_Task goal_
Copy each of the records exactly; leave nothing out.

_Raw data_
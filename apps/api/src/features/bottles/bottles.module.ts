import { Module } from '@nestjs/common';
import { ChemistriesModule } from '../chemistries/chemistries.module.js';
import { LogModule } from '../log/log.module.js';
import { BottleFactsRepository } from './bottle-facts.repository.js';
import { BottleLedger } from './bottle-ledger.js';
import { BottlesController } from './bottles.controller.js';
import { BottlesRepository } from './bottles.repository.js';
import { BottlesService } from './bottles.service.js';

/** The bottles, their ledger and their pages. */
@Module({
  imports: [ChemistriesModule, LogModule],
  controllers: [BottlesController],
  providers: [BottleLedger, BottleFactsRepository, BottlesRepository, BottlesService],
  exports: [BottleLedger, BottleFactsRepository, BottlesRepository, BottlesService],
})
export class BottlesModule {}
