/** "Whole workbook" as a tree. */
import { raisedPowers } from "../figures.js";
import { formatQuantity } from "../../quantities/format.js";
import { type Child, el, type PageElement } from "../node.js";
import type { VerdictKind } from "../this-cell/sections.js";
import { words } from "../words.js";
import type { System } from "./boundaries.js";
import { counts, type Progress, type Scanned, worstFirst } from "./scan.js";

const { workbook: says } = words;

export interface WorkbookState {
  readonly rows: readonly Scanned[];
  /** Present while the workbook is being read. */
  readonly progress: Progress | undefined;
  readonly wasCancelled: boolean;
  readonly hidden: ReadonlySet<VerdictKind>;
  readonly search: string;
  readonly most: number;
  readonly system: System;
  readonly span: { readonly from: string; readonly to: string; readonly count: string };
}

export interface WorkbookActions {
  again(): void;
  cancel(): void;
  toggle(kind: VerdictKind): void;
  more(): void;
  goTo(row: Scanned): void;
  system(system: System): void;
  span(change: Partial<WorkbookState["span"]>): void;
  writeBoundaries(): void;
  saveBoundaries(): void;
  saveTables(): void;
}

const signs: Readonly<Record<VerdictKind, string>> = { good: "✓", remark: "i", bad: "✕", flagged: "!", error: "✎" };

export function workbookHead(search: (text: string) => void): readonly Child[] {
  return [
    el("div", { class: "heading" }, el("h2", { id: "page-title" }, says.title)),
    el("label", { class: "field", for: "workbook-search" }, says.search),
    el("input", {
      type: "search",
      id: "workbook-search",
      placeholder: says.placeholder,
      autocomplete: "off",
      input: (event) => search((event.target as HTMLInputElement).value),
    }),
  ];
}

const mostWhileReading = 12;

export function workbookBody(state: WorkbookState, actions: WorkbookActions): readonly Child[] {
  const listed = shownRows(state);
  // While the workbook is being read the list is short: drawing it again and again would cost more than the reading.
  const isReading = state.progress !== undefined;
  const most = isReading ? Math.min(state.most, mostWhileReading) : state.most;
  return [
    progressLine(state, actions),
    el(
      "div",
      { class: "word-choice", role: "group", "aria-label": says.filter },
      ...counts(state.rows).map(([kind, count]) =>
        el(
          "label",
          { class: `choice kind ${kind}` },
          el("input", { type: "checkbox", id: `kind-${kind}`, checked: !state.hidden.has(kind), change: () => actions.toggle(kind) }),
          `${signs[kind]} ${words.verdict[kind]} (${count})`,
        ),
      ),
    ),
    state.rows.length === 0 && state.progress === undefined
      ? el("p", { class: "quiet" }, says.none)
      : el("ul", { class: "scanned" }, ...listed.slice(0, most).map((row, i) => rowItem(row, i, actions, state.system))),
    !isReading &&
      listed.length > state.most &&
      el("p", {}, el("button", { type: "button", id: "more-rows", click: actions.more }, says.more(listed.length - state.most))),
    !isReading && state.rows.some((row) => row.boundary !== undefined) && boundaryPart(state, actions),
  ].filter((one): one is PageElement => one !== false);
}

export function shownRows(state: WorkbookState): readonly Scanned[] {
  const wanted = state.search.trim().toLowerCase().split(/\s+/);
  const holds = (row: Scanned): boolean => {
    const text = `${row.address} film.${row.functionId} ${row.verdict} ${row.boundary?.fluid ?? ""}`.toLowerCase();
    return wanted.every((word) => text.includes(word));
  };
  return worstFirst(state.rows.filter((row) => !state.hidden.has(row.kind) && holds(row)));
}

function progressLine(state: WorkbookState, actions: WorkbookActions): PageElement {
  const { progress } = state;
  if (progress === undefined) {
    return el(
      "p",
      { class: "progress-line" },
      el("span", { role: "status" }, state.wasCancelled ? says.cancelled(state.rows.length) : says.read(state.rows.length)),
      el("button", { type: "button", id: "scan-again", click: actions.again }, says.again),
    );
  }
  return el(
    "p",
    { class: "progress-line" },
    el("progress", { max: Math.max(1, progress.of), value: progress.cells, "aria-label": says.reading }),
    el("span", {}, says.progress(progress.cells, progress.of)),
    el("button", { type: "button", id: "scan-cancel", click: actions.cancel }, says.cancel),
  );
}

function rowItem(row: Scanned, index: number, actions: WorkbookActions, system: System): PageElement {
  const h = row.boundary === undefined ? undefined : raisedPowers(formatQuantity(row.boundary.h, "film coefficient", system, 3));
  return el(
    "li",
    { class: row.kind },
    el(
      "button",
      { type: "button", class: "plain row", id: `row-${index}`, click: () => actions.goTo(row) },
      el("span", { class: "row-sign", "aria-hidden": "true" }, signs[row.kind]),
      el("span", { class: "row-text" }, el("strong", {}, row.address), ` FILM.${row.functionId}${h === undefined ? "" : `, ${h}`}`),
    ),
    el("p", { class: "quiet small" }, el("span", { class: "unseen" }, `${words.verdict[row.kind]}: `), raisedPowers(row.verdict)),
  );
}

function boundaryPart(state: WorkbookState, actions: WorkbookActions): PageElement {
  const end = (key: "from" | "to" | "count", label: string): PageElement =>
    el(
      "span",
      { class: "end" },
      el("label", { class: "small", for: `span-${key}` }, label),
      el("input", {
        type: "text",
        inputmode: "decimal",
        id: `span-${key}`,
        value: state.span[key],
        autocomplete: "off",
        input: (event) => actions.span({ [key]: (event.target as HTMLInputElement).value }),
      }),
    );
  return el(
    "section",
    { class: "part", "aria-labelledby": "boundaries" },
    el("h3", { id: "boundaries" }, says.boundaries),
    el("p", { class: "small" }, says.boundariesSay),
    el("label", { class: "field", for: "boundary-units" }, says.units),
    el(
      "select",
      { id: "boundary-units", change: (event) => actions.system((event.target as HTMLSelectElement).value === "US" ? "US" : "SI") },
      ...(["SI", "US"] as const).map((one) => el("option", { value: one, selected: one === state.system }, says.system[one])),
    ),
    el(
      "p",
      { class: "buttons" },
      el("button", { type: "button", id: "write-boundaries", click: actions.writeBoundaries }, says.write),
      el("button", { type: "button", id: "save-boundaries", click: actions.saveBoundaries }, says.save),
    ),
    el("div", { id: "boundaries-ask" }),
    el("h4", {}, says.tables),
    el("p", { class: "small" }, says.tablesSay),
    el("div", { class: "ends" }, end("from", says.from(state.system)), end("to", says.to(state.system)), end("count", words.compose.rows)),
    el("p", {}, el("button", { type: "button", id: "save-tables", click: actions.saveTables }, says.saveTables)),
  );
}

_Output for this exercise_
filename apps/api/src/features/bottles/bottles.module.ts
import { Module } from '@nestjs/common';
import { ChemistriesModule } from '../chemistries/chemistries.module.js';
import { LogModule } from '../log/log.module.js';
import { BottleFactsRepository } from './bottle-facts.repository.js';
import { BottleLedger } from './bottle-ledger.js';
import { BottlesController } from './bottles.controller.js';
import { BottlesRepository } from './bottles.repository.js';
import { BottlesService } from './bottles.service.js';

/** The bottles, their ledger and their pages. */
@Module({
  imports: [ChemistriesModule, LogModule],
  controllers: [BottlesController],
  providers: [BottleLedger, BottleFactsRepository, BottlesRepository, BottlesService],
  exports: [BottleLedger, BottleFactsRepository, BottlesRepository, BottlesService],
})
export class BottlesModule {}
/** "Whole workbook" as a tree. */
import { raisedPowers } from "../figures.js";
import { formatQuantity } from "../../quantities/format.js";
import { type Child, el, type PageElement } from "../node.js";
import type { VerdictKind } from "../this-cell/sections.js";
import { words } from "../words.js";
import type { System } from "./boundaries.js";
import { counts, type Progress, type Scanned, worstFirst } from "./scan.js";

const { workbook: says } = words;

export interface WorkbookState {
  readonly rows: readonly Scanned[];
  /** Present while the workbook is being read. */
  readonly progress: Progress | undefined;
  readonly wasCancelled: boolean;
  readonly hidden: ReadonlySet<VerdictKind>;
  readonly search: string;
  readonly most: number;
  readonly system: System;
  readonly span: { readonly from: string; readonly to: string; readonly count: string };
}

export interface WorkbookActions {
  again(): void;
  cancel(): void;
  toggle(kind: VerdictKind): void;
  more(): void;
  goTo(row: Scanned): void;
  system(system: System): void;
  span(change: Partial<WorkbookState["span"]>): void;
  writeBoundaries(): void;
  saveBoundaries(): void;
  saveTables(): void;
}

const signs: Readonly<Record<VerdictKind, string>> = { good: "✓", remark: "i", bad: "✕", flagged: "!", error: "✎" };

export function workbookHead(search: (text: string) => void): readonly Child[] {
  return [
    el("div", { class: "heading" }, el("h2", { id: "page-title" }, says.title)),
    el("label", { class: "field", for: "workbook-search" }, says.search),
    el("input", {
      type: "search",
      id: "workbook-search",
      placeholder: says.placeholder,
      autocomplete: "off",
      input: (event) => search((event.target as HTMLInputElement).value),
    }),
  ];
}

const mostWhileReading = 12;

export function workbookBody(state: WorkbookState, actions: WorkbookActions): readonly Child[] {
  const listed = shownRows(state);
  // While the workbook is being read the list is short: drawing it again and again would cost more than the reading.
  const isReading = state.progress !== undefined;
  const most = isReading ? Math.min(state.most, mostWhileReading) : state.most;
  return [
    progressLine(state, actions),
    el(
      "div",
      { class: "word-choice", role: "group", "aria-label": says.filter },
      ...counts(state.rows).map(([kind, count]) =>
        el(
          "label",
          { class: `choice kind ${kind}` },
          el("input", { type: "checkbox", id: `kind-${kind}`, checked: !state.hidden.has(kind), change: () => actions.toggle(kind) }),
          `${signs[kind]} ${words.verdict[kind]} (${count})`,
        ),
      ),
    ),
    state.rows.length === 0 && state.progress === undefined
      ? el("p", { class: "quiet" }, says.none)
      : el("ul", { class: "scanned" }, ...listed.slice(0, most).map((row, i) => rowItem(row, i, actions, state.system))),
    !isReading &&
      listed.length > state.most &&
      el("p", {}, el("button", { type: "button", id: "more-rows", click: actions.more }, says.more(listed.length - state.most))),
    !isReading && state.rows.some((row) => row.boundary !== undefined) && boundaryPart(state, actions),
  ].filter((one): one is PageElement => one !== false);
}

export function shownRows(state: WorkbookState): readonly Scanned[] {
  const wanted = state.search.trim().toLowerCase().split(/\s+/);
  const holds = (row: Scanned): boolean => {
    const text = `${row.address} film.${row.functionId} ${row.verdict} ${row.boundary?.fluid ?? ""}`.toLowerCase();
    return wanted.every((word) => text.includes(word));
  };
  return worstFirst(state.rows.filter((row) => !state.hidden.has(row.kind) && holds(row)));
}

function progressLine(state: WorkbookState, actions: WorkbookActions): PageElement {
  const { progress } = state;
  if (progress === undefined) {
    return el(
      "p",
      { class: "progress-line" },
      el("span", { role: "status" }, state.wasCancelled ? says.cancelled(state.rows.length) : says.read(state.rows.length)),
      el("button", { type: "button", id: "scan-again", click: actions.again }, says.again),
    );
  }
  return el(
    "p",
    { class: "progress-line" },
    el("progress", { max: Math.max(1, progress.of), value: progress.cells, "aria-label": says.reading }),
    el("span", {}, says.progress(progress.cells, progress.of)),
    el("button", { type: "button", id: "scan-cancel", click: actions.cancel }, says.cancel),
  );
}

function rowItem(row: Scanned, index: number, actions: WorkbookActions, system: System): PageElement {
  const h = row.boundary === undefined ? undefined : raisedPowers(formatQuantity(row.boundary.h, "film coefficient", system, 3));
  return el(
    "li",
    { class: row.kind },
    el(
      "button",
      { type: "button", class: "plain row", id: `row-${index}`, click: () => actions.goTo(row) },
      el("span", { class: "row-sign", "aria-hidden": "true" }, signs[row.kind]),
      el("span", { class: "row-text" }, el("strong", {}, row.address), ` FILM.${row.functionId}${h === undefined ? "" : `, ${h}`}`),
    ),
    el("p", { class: "quiet small" }, el("span", { class: "unseen" }, `${words.verdict[row.kind]}: `), raisedPowers(row.verdict)),
  );
}

function boundaryPart(state: WorkbookState, actions: WorkbookActions): PageElement {
  const end = (key: "from" | "to" | "count", label: string): PageElement =>
    el(
      "span",
      { class: "end" },
      el("label", { class: "small", for: `span-${key}` }, label),
      el("input", {
        type: "text",
        inputmode: "decimal",
        id: `span-${key}`,
        value: state.span[key],
        autocomplete: "off",
        input: (event) => actions.span({ [key]: (event.target as HTMLInputElement).value }),
      }),
    );
  return el(
    "section",
    { class: "part", "aria-labelledby": "boundaries" },
    el("h3", { id: "boundaries" }, says.boundaries),
    el("p", { class: "small" }, says.boundariesSay),
    el("label", { class: "field", for: "boundary-units" }, says.units),
    el(
      "select",
      { id: "boundary-units", change: (event) => actions.system((event.target as HTMLSelectElement).value === "US" ? "US" : "SI") },
      ...(["SI", "US"] as const).map((one) => el("option", { value: one, selected: one === state.system }, says.system[one])),
    ),
    el(
      "p",
      { class: "buttons" },
      el("button", { type: "button", id: "write-boundaries", click: actions.writeBoundaries }, says.write),
      el("button", { type: "button", id: "save-boundaries", click: actions.saveBoundaries }, says.save),
    ),
    el("div", { id: "boundaries-ask" }),
    el("h4", {}, says.tables),
    el("p", { class: "small" }, says.tablesSay),
    el("div", { class: "ends" }, end("from", says.from(state.system)), end("to", says.to(state.system)), end("count", words.compose.rows)),
    el("p", {}, el("button", { type: "button", id: "save-tables", click: actions.saveTables }, says.saveTables)),
  );
}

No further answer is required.